11. Apart from the above grounds, in our opinion, Mr. Shah is right in submitting that the satisfaction as contemplated by section 269UD must be based on objective facts. There must be evidence and material to arrive at the conclusion and satisfaction. Rejection of sale instance and/or grounds and/or reasons put forth by the party is one thing. At the most, transferor/transferee. But the law requires something more. In our opinion, it is incumbent upon the appropriate authority to come to a positive and definite conclusion that the property was undervalued. A similar question arose before us in Special Civil Application No. 869 of 1995 (Anagram Finance Ltd. v. Appropriate Authority [1996] 217 ITR 22 (Guj) decided by us on March 30, 1995). Considering the relevant provisions of the Act as also the decision of the Hon’ble Supreme Court in Barium Chemicals Ltd. v. Company Law Board [1966] 36 Comp Cas 639; AIR 1967 SC 295, we observed as under (see at page 28 of 217 ITR).
“A combined reading of section 269UD(1A) and (1B) of the Act leaves on room for doubt that it is a question of objective decision-making process by taking into consideration all the relevant materials which have come before the hearing authority and considering the rival aspects of the matter. Moreover, the requirement of law is to specify the grounds on which the order of pre-emptive purchase is made. That obligation does not stop by merely rejecting the submissions made before it. The rejection of submissions made by the vendors or the transferee or the persons interested in the property, does not lead to a consequence that grounds for making pre-emptive purchase exist. The sine qua non is that the reasons must exist on the material placed before it, for supporting the action taken for pre-emptive purchase under section 269UD of the Act. The order clearly falls short of this requirement.”
12. In our opinion, the point is concluded by the above decision also. Since no satisfaction has been arrived at by the first respondent on the basis of objective facts and no reasons have been recorded for coming to a positive conclusion as to why there was difference of more than 15 per cent., the order cannot be said to be in accordance with law and must be quashed and set aside.

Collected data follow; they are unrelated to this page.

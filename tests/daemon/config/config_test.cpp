// The TOML config: the printed example parses as printed, and errors name the
// line and the key (line numbers counted in the test's own text).
#include <gtest/gtest.h>

#include "daemon/config/config.hpp"

namespace lphi::config {
namespace {

TEST(Config, TheExampleParsesAsPrinted) {
  Config c;
  const auto errors = parse_config(example_config(), c);
  for (const auto& e : errors) ADD_FAILURE() << format_error("example", e);
  ASSERT_EQ(c.sources.size(), 3u);
  EXPECT_EQ(c.sources[1].kind, protocol::SourceKind::thermometer);
  ASSERT_EQ(c.samples.size(), 1u);
  EXPECT_DOUBLE_EQ(c.samples[0].squares, 5.0);
  EXPECT_DOUBLE_EQ(c.samples[0].width_m, 20e-6);
  EXPECT_FALSE(c.synchronous_full);
}

TEST(Config, UnknownKeysWrongTypesAndBadReferencesNameLineAndKey) {
  const char* text =
      "[store]\n"                     // 1
      "synchronus = \"full\"\n"       // 2: typo
      "commit_max_ms = \"fast\"\n"    // 3: wrong type
      "[[source]]\n"                  // 4
      "name = \"mxc\"\n"              // 5
      "kind = \"thermometer\"\n"      // 6
      "[[sample]]\n"                  // 7
      "name = \"film-a\"\n"           // 8
      "model = \"hln3d\"\n"           // 9: not a model
      "squares = -5.0\n"              // 10: not positive
      "width_m = 20e-6\n"
      "thickness_m = 10e-9\n"
      "excitation_a = 10e-9\n"
      "lockin = \"mxc\"\n"            // 14: a thermometer, not a lock-in
      "thermometer = \"mxc\"\n"
      "field = \"magnet\"\n";         // 16: no such source
  Config c;
  const auto errors = parse_config(text, c);
  auto has = [&](std::size_t line, const std::string& key, const std::string& words) {
    for (const auto& e : errors) {
      if (e.line == line && e.key == key && e.message.find(words) != std::string::npos) return true;
    }
    return false;
  };
  EXPECT_TRUE(has(2, "store.synchronus", "unknown key"));
  EXPECT_TRUE(has(3, "store.commit_max_ms", "integer"));
  EXPECT_TRUE(has(9, "sample[0].model", "hln2d"));
  EXPECT_TRUE(has(10, "sample[0].squares", "positive"));
  EXPECT_TRUE(has(7, "sample[0].lockin", "not a lockin"));
  EXPECT_TRUE(has(7, "sample[0].field", "magnet"));
  EXPECT_EQ(errors.size(), 6u);
  for (const auto& e : errors) EXPECT_NE(format_error("f.toml", e).find("f.toml:"), std::string::npos);
}

TEST(Config, SyntaxErrorsNameTheLine) {
  Config c;
  const auto errors = parse_config("[daemon]\nlog_level = \n", c);
  ASSERT_EQ(errors.size(), 1u);
  EXPECT_EQ(errors[0].line, 2u);
}

}  // namespace
}  // namespace lphi::config
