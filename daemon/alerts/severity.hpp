// An alert's severity and its lifecycle state, with their names as they
// appear in the config, the database, the control replies and the events.
#pragma once

#include <optional>
#include <string_view>

namespace lphi::alerts {

enum class Severity { info, warning, critical };
enum class State { raised, acknowledged, cleared };

// "info" | "warning" | "critical"
std::string_view severity_name(Severity severity);
std::optional<Severity> parse_severity(std::string_view name);

// "raised" | "acknowledged" | "cleared"
std::string_view state_name(State state);
std::optional<State> parse_state(std::string_view name);

}  // namespace lphi::alerts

13. For the foregoing reasons, the petition requires to be allowed and is allowed. The impugned orders dated March 31, 1995, at annexures “G” and “H” are hereby quashed and set aside. Respondent No. 1 is directed to complete the necessary formalities within a period of six weeks from the date of receipt of the writ of this court including issuance of clearance certificate. Rule made absolute. No order as to costs.